Return the lines from the start of the data through the line with "and imaginary parts.". Include both of those lines and no others.

• Data to process:
□ □ □ □

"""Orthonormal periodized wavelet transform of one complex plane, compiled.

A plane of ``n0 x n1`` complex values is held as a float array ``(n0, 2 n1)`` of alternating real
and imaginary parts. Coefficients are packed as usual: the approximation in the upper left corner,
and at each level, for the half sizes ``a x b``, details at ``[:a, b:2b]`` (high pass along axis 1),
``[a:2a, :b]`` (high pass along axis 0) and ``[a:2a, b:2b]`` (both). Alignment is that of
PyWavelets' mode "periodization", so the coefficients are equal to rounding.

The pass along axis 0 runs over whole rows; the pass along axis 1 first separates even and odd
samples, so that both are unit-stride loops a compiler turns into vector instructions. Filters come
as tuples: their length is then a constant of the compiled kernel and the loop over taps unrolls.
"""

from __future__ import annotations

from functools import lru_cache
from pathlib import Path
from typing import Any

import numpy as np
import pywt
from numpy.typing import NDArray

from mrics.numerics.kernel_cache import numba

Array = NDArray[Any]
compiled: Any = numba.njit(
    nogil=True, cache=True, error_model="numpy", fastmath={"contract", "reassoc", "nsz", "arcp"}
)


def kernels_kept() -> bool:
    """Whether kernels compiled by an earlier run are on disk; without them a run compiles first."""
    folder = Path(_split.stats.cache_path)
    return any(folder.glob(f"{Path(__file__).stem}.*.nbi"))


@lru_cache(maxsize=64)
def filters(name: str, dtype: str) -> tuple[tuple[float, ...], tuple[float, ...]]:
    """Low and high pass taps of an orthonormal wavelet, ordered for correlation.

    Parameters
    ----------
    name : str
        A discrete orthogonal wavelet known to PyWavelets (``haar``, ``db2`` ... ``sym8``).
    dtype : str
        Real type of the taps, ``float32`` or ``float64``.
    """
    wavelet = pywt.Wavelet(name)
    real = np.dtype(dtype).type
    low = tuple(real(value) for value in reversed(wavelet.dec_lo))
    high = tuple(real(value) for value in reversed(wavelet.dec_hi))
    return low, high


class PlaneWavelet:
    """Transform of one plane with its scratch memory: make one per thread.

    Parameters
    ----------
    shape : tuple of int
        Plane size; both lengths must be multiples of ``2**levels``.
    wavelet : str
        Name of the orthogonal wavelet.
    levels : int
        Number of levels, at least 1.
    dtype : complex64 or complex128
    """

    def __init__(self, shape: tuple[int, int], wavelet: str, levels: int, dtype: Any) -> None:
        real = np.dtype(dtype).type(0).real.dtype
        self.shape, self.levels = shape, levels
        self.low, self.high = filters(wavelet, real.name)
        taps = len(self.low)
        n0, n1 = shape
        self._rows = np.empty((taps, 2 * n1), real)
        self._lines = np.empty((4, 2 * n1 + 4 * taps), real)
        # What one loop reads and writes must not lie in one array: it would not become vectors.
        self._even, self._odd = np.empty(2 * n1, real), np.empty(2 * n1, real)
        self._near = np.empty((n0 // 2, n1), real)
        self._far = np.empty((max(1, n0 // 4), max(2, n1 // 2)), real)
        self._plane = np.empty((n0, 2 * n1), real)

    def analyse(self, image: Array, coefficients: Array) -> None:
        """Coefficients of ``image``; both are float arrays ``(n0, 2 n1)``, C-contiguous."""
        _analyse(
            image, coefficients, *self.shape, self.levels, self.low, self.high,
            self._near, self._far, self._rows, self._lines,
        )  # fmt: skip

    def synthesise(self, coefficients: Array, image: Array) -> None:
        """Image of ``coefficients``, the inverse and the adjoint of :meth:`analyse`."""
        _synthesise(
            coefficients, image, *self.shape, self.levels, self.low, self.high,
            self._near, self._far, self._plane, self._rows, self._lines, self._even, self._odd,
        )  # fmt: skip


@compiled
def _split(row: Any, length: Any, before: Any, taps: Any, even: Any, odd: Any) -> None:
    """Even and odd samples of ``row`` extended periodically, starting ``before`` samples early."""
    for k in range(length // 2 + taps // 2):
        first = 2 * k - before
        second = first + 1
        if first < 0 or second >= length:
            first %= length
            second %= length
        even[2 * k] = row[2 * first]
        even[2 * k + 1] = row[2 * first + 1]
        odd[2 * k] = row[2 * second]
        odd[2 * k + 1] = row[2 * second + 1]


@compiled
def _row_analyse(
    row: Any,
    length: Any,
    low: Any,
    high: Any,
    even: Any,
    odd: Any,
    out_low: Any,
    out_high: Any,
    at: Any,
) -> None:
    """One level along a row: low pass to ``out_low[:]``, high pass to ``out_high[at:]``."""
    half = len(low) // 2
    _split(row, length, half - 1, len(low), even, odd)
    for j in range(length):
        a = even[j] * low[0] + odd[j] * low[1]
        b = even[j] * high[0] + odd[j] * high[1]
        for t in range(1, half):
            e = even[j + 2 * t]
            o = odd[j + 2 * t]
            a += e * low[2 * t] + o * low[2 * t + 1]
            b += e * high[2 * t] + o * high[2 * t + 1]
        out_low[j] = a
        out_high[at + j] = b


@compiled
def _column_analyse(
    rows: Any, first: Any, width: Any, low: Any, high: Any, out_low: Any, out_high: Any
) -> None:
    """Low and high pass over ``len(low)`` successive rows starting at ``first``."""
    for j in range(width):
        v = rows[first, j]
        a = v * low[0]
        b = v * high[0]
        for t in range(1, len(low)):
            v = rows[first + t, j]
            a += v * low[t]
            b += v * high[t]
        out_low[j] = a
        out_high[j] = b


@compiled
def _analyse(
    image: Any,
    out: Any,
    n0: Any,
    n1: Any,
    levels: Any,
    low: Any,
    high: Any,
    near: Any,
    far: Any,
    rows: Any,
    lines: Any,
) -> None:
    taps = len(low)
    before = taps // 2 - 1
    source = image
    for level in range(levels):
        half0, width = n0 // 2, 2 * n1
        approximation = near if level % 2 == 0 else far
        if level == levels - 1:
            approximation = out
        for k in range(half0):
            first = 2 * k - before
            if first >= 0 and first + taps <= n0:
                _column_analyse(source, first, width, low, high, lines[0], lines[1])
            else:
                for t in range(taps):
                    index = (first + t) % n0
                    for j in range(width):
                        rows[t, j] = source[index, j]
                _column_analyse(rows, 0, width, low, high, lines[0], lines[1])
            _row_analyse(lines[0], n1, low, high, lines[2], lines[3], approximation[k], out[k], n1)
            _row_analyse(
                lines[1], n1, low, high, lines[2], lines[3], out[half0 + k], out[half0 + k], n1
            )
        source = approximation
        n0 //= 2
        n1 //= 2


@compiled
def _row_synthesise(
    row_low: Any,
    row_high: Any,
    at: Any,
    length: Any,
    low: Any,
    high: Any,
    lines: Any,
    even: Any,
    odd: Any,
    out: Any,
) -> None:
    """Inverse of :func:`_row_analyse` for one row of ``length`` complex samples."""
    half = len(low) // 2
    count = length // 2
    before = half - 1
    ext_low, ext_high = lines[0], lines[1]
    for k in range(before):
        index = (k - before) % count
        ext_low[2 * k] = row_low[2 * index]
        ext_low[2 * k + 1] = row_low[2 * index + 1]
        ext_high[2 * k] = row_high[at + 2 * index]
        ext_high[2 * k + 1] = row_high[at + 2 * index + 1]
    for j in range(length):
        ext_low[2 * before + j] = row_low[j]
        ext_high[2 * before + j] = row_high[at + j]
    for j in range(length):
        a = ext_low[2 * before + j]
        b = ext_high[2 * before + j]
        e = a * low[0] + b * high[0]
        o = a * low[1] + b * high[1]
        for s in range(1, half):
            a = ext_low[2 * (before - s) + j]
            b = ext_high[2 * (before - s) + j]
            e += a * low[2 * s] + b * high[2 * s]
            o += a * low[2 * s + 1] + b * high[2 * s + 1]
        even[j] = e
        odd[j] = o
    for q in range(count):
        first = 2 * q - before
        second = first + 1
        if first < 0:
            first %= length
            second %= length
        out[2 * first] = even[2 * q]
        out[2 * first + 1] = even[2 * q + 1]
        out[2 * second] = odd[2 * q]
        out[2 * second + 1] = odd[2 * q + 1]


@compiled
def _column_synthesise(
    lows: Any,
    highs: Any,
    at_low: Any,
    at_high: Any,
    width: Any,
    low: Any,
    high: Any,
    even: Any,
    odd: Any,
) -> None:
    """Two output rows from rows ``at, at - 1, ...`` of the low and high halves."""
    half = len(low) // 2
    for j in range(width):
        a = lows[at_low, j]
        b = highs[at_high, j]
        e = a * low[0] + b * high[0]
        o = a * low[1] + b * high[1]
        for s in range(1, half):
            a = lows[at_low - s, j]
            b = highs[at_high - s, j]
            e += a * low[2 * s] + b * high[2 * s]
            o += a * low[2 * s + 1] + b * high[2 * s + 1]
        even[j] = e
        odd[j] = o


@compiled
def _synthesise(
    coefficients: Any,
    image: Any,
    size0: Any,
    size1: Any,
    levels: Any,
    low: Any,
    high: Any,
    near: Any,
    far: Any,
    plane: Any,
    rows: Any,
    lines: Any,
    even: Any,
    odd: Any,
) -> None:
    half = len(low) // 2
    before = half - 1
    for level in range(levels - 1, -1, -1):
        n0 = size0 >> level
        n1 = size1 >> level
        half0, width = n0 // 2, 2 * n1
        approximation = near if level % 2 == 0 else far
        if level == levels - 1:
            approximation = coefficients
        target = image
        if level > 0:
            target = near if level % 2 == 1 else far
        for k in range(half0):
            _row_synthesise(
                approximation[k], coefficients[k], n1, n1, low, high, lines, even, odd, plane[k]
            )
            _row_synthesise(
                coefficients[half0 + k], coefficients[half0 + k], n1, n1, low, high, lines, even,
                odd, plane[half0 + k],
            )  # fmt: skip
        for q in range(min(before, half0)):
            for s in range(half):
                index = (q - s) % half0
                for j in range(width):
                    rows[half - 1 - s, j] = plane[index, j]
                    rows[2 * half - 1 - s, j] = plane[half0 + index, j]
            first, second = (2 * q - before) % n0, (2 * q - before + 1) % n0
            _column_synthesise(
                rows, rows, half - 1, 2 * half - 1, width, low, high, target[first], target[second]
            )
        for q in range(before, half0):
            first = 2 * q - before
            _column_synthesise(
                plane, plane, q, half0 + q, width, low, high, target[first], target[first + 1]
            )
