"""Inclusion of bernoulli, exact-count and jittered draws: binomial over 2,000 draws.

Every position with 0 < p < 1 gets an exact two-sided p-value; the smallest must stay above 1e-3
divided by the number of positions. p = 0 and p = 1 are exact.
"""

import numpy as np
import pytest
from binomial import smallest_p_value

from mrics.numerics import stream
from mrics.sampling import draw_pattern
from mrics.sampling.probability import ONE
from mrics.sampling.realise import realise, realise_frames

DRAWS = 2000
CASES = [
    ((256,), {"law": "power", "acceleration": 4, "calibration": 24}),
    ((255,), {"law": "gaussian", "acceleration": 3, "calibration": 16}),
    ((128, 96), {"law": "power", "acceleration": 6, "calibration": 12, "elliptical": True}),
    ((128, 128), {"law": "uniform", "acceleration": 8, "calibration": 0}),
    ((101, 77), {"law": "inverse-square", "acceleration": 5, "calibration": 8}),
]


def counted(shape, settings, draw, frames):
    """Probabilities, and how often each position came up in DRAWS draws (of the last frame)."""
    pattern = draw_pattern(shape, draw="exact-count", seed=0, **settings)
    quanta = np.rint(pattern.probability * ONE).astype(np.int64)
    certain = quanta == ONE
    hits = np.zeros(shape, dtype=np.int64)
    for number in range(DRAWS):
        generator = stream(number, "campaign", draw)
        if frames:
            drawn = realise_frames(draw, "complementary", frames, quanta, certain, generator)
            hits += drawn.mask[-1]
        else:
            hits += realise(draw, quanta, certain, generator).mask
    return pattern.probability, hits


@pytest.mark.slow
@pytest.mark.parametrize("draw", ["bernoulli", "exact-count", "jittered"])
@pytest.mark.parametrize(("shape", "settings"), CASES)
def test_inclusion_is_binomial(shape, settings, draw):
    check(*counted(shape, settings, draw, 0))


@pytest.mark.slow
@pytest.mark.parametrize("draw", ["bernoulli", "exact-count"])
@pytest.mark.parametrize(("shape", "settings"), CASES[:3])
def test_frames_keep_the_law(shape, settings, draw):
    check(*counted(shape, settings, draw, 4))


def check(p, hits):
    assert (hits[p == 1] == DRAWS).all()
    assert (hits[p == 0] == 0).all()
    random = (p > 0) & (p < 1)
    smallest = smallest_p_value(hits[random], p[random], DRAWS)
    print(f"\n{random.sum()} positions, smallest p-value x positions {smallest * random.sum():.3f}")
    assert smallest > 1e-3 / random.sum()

□ □ □ □

• Answer box:
"""Orthonormal periodized wavelet transform of one complex plane, compiled.

A plane of ``n0 x n1`` complex values is held as a float array ``(n0, 2 n1)`` of alternating real
and imaginary parts. Coefficients are packed as usual: the approximation in the upper left corner,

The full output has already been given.